Today, postpartum depression might be a viable consideration for her illness. But in the late 1800s to the early 1900s, some of the reasons patients were sent to insane asylums were due to symptoms we would look at as somewhat normal behavior now.

Below is a list of reasons patients were sent to insane asylums in West Virginia from 1864 to 1889.2

Novel reading? 

Politics (fill in joke here)? 

Ill treatment by husband? Wouldn’t it be more logical to lock the husband up rather than his wife?

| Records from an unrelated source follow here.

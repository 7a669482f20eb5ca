import { keepPreviousData, useMutation, useQuery, useQueryClient } from '@tanstack/react-query';

import type { NutritionAnswer } from '@/lib/nutrition/panel';
import type { RecipeCard } from '@/lib/recipes/card';
import type { Change } from '@/lib/recipes/diff';
import type { RecipeEvaluation } from '@/lib/recipes/evaluate';
import type { ScaledRecipe } from '@/lib/recipes/scaling';
import type { LabValuesInput } from '@/lib/schemas/nutrition';
import type {
  CreateRecipeInput,
  RecipeContent,
  SaveRecipeInput,
  ScaleRequest,
  TastingInput,
} from '@/lib/schemas/recipes';
import type { ApproveInput, ReturnInput, SubmitInput, WithdrawInput } from '@/lib/schemas/reviews';

import { api } from './client';
import { staleTimes } from './query-client';
import type { RecipeDetail, RecipeSummary, ReviewTimeline, TastingEntry, VersionEntry } from './types';

export type { RecipeDetail, RecipeSummary, ReviewTimeline, TastingEntry, VersionEntry };

export type { Change, NutritionAnswer, RecipeEvaluation, ScaledRecipe };

export const recipeKeys = {
  all: ['recipes'] as const,
  list: (q: string, status: string) => ['recipes', 'list', q, status] as const,
  one: (id: number, version?: number) => ['recipes', 'one', id, version ?? 'current'] as const,
  review: (id: number) => ['recipes', 'review', id] as const,
  versions: (id: number) => ['recipes', 'versions', id] as const,
  diff: (id: number, from: number, to: number) => ['recipes', 'diff', id, from, to] as const,
  tastings: (id: number) => ['recipes', 'tastings', id] as const,
  evaluate: (content: RecipeContent | undefined) => ['recipes', 'evaluate', content] as const,
  scale: (id: number, request: ScaleRequest | undefined) => ['recipes', 'scale', id, request] as const,
  card: (id: number, query: string) => ['recipes', 'card', id, query] as const,
  nutrition: (id: number, query: string) => ['recipes', 'nutrition', id, query] as const,
};

/** The query string of a card: version, batch and units, as the card and card.pdf routes read it. */
export function cardQuery(input: {
  version?: number | string | null;
  kind: string;
  value: number | string;
  units: string;
}): string {
  return new URLSearchParams({
    kind: input.kind,
    value: String(input.value),
    units: input.units,
    ...(input.version ? { version: String(input.version) } : {}),
  }).toString();
}

/** The printed card (or batch sheet) of a version at a batch size; undefined query: not asked yet. */
export function useCardQuery(id: number, query: string | undefined) {
  return useQuery({
    queryKey: recipeKeys.card(id, query ?? ''),
    enabled: query !== undefined,
    staleTime: staleTimes.list,
    queryFn: ({ signal }) => api.get<RecipeCard>(`/recipes/${id}/card?${query}`, signal),
  });
}

export function useRecipesQuery(q: string, status: 'draft' | 'archived' | 'approved' | 'all') {
  return useQuery({
    queryKey: recipeKeys.list(q, status),
    staleTime: staleTimes.list,
    placeholderData: keepPreviousData,
    queryFn: ({ signal }) =>
      api.get<RecipeSummary[]>(`/recipes?${new URLSearchParams({ q, status }).toString()}`, signal),
  });
}

export function useRecipeQuery(id: number, version?: number | null) {
  return useQuery({
    queryKey: recipeKeys.one(id, version ?? undefined),
    enabled: Number.isInteger(id) && version !== null,
    staleTime: staleTimes.list,
    queryFn: ({ signal }) => api.get<RecipeDetail>(`/recipes/${id}${version ? `?version=${version}` : ''}`, signal),
  });
}

export function useReviewQuery(id: number) {
  return useQuery({
    queryKey: recipeKeys.review(id),
    staleTime: staleTimes.list,
    queryFn: ({ signal }) => api.get<ReviewTimeline>(`/recipes/${id}/review`, signal),
  });
}

export function useRecipeVersionsQuery(id: number) {
  return useQuery({
    queryKey: recipeKeys.versions(id),
    staleTime: staleTimes.list,
    queryFn: ({ signal }) => api.get<VersionEntry[]>(`/recipes/${id}/versions`, signal),
  });
}

export function useRecipeDiffQuery(id: number, from: number | null, to: number) {
  return useQuery({
    queryKey: recipeKeys.diff(id, from ?? 0, to),
    enabled: from !== null && from !== to,
    staleTime: staleTimes.static,
    queryFn: ({ signal }) => api.get<Change[]>(`/recipes/${id}/diff?from=${from}&to=${to}`, signal),
  });
}

export function useTastingsQuery(id: number) {
  return useQuery({
    queryKey: recipeKeys.tastings(id),
    staleTime: staleTimes.list,
    queryFn: ({ signal }) => api.get<TastingEntry[]>(`/recipes/${id}/tastings`, signal),
  });
}

/** The numbers of the recipe being edited; the previous answer stays while the next loads. */
export function useRecipeEvaluationQuery(content: RecipeContent | undefined) {
  return useQuery({
    queryKey: recipeKeys.evaluate(content),
    enabled: content !== undefined,
    staleTime: staleTimes.static,
    placeholderData: keepPreviousData,
    queryFn: () => api.post<RecipeEvaluation>('/recipes/evaluate', { content }),
  });
}

export function useScaleQuery(id: number, request: ScaleRequest | undefined) {
  return useQuery({
    queryKey: recipeKeys.scale(id, request),
    enabled: request !== undefined,
    staleTime: staleTimes.list,
    placeholderData: keepPreviousData,
    queryFn: () => api.post<ScaledRecipe & { version: number; bottleName: string }>(`/recipes/${id}/scale`, request),
  });
}

function useRecipeMutation<T, R>(mutationFn: (input: T) => Promise<R>) {
  const queryClient = useQueryClient();
  return useMutation({ mutationFn, onSuccess: () => queryClient.invalidateQueries({ queryKey: recipeKeys.all }) });
}

export const useCreateRecipeMutation = () =>
  useRecipeMutation((input: CreateRecipeInput) => api.post<RecipeDetail>('/recipes', input));
export const useSaveRecipeMutation = (id: number) =>
  useRecipeMutation((input: SaveRecipeInput) => api.put<RecipeDetail>(`/recipes/${id}`, input));
export const useRestoreVersionMutation = (id: number) =>
  useRecipeMutation((version: number) => api.post<RecipeDetail>(`/recipes/${id}/restore`, { version }));
export const useDuplicateRecipeMutation = (id: number) =>
  useRecipeMutation(() => api.post<RecipeDetail>(`/recipes/${id}/duplicate`));
export const useArchiveRecipeMutation = (id: number) =>
  useRecipeMutation((archived: boolean) =>
    api.post<RecipeSummary>(`/recipes/${id}/${archived ? 'archive' : 'restore-archived'}`),
  );
export const useAddTastingMutation = (id: number) =>
  useRecipeMutation((input: TastingInput) => api.post<TastingEntry[]>(`/recipes/${id}/tastings`, input));

export const useSubmitMutation = (id: number) =>
  useRecipeMutation((input: SubmitInput) => api.post<ReviewTimeline>(`/recipes/${id}/submit`, input));
export const useApproveMutation = (id: number) =>
  useRecipeMutation((input: ApproveInput) => api.post<ReviewTimeline>(`/recipes/${id}/approve`, input));
export const useReturnMutation = (id: number) =>
  useRecipeMutation((input: ReturnInput) => api.post<ReviewTimeline>(`/recipes/${id}/return`, input));
export const useWithdrawMutation = (id: number) =>
  useRecipeMutation((input: WithdrawInput) => api.post<ReviewTimeline>(`/recipes/${id}/withdraw`, input));

/** The query string of a nutrition panel: a version (the newest when left out) and a serving other than the rule's. */
export function nutritionQuery(input: { version?: number | null; servingMl?: number | null; basis?: string }): string {
  return new URLSearchParams({
    ...(input.version ? { version: String(input.version) } : {}),
    ...(input.servingMl ? { servingMl: String(input.servingMl) } : {}),
    ...(input.basis ? { basis: input.basis } : {}),
  }).toString();
}

/** Where a panel file downloads from: `pdf`, `png` or `csv`. */
export const nutritionFileUrl = (id: number, ext: 'pdf' | 'png' | 'csv', query: string) =>
  `/api/recipes/${id}/nutrition.${ext}${query ? `?${query}` : ''}`;

/** The nutrition panel and allergen statement of a version. */
export function useNutritionQuery(id: number, version?: number | null, servingMl?: number | null) {
  const query = nutritionQuery({ version, servingMl });
  return useQuery({
    queryKey: recipeKeys.nutrition(id, query),
    staleTime: staleTimes.list,
    placeholderData: keepPreviousData,
    queryFn: ({ signal }) => api.get<NutritionAnswer>(`/recipes/${id}/nutrition${query ? `?${query}` : ''}`, signal),
  });
}

/** An owner's lab values for a version; the panel follows. */
export const useSaveLabValuesMutation = (id: number) =>
  useRecipeMutation((input: LabValuesInput) => api.put<NutritionAnswer>(`/recipes/${id}/nutrition/lab`, input));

List of reasons for admission to an insane asylum from the late 1800s 

1The Bemidji Daily Pioneer; “Taken to Asylum. Buzzle Woman Adjudged Insane Yesterday by Judge D. H. Fisk.”; January 14, 1915; p. 1.

Monday, January 12, 2015

On This Date in Minnesota History: January 12

January 12, 2001 – Target Corp. [announced] that it will convert all of its department stores to the Marshall Field's name to increase the company's brand and strengthen its competitive position.”

Sunday, January 11, 2015

On This Date in Minnesota History: January 11

January 11, 1980 – Hotel Duluth’s 45-day close-out sale of all of its furnishings opened for business this morning. One of the first things to go was the famed black bear from the hotel’s Black Bear Lounge. It was purchased by Andy Borg, vice-president of Grandma’s Saloon and Deli, for $325, and immediately went on display on the deli case at Grandma’s in Canal Park.

The 14-story, 400-room hotel will be converted to senior citizen apartments, except for the bottom three floors which will be retained for commercial use.

Duluth Herald; “Black bear of Hotel Duluth given home at Grandma’s”; January 11, 1980; p. 4A.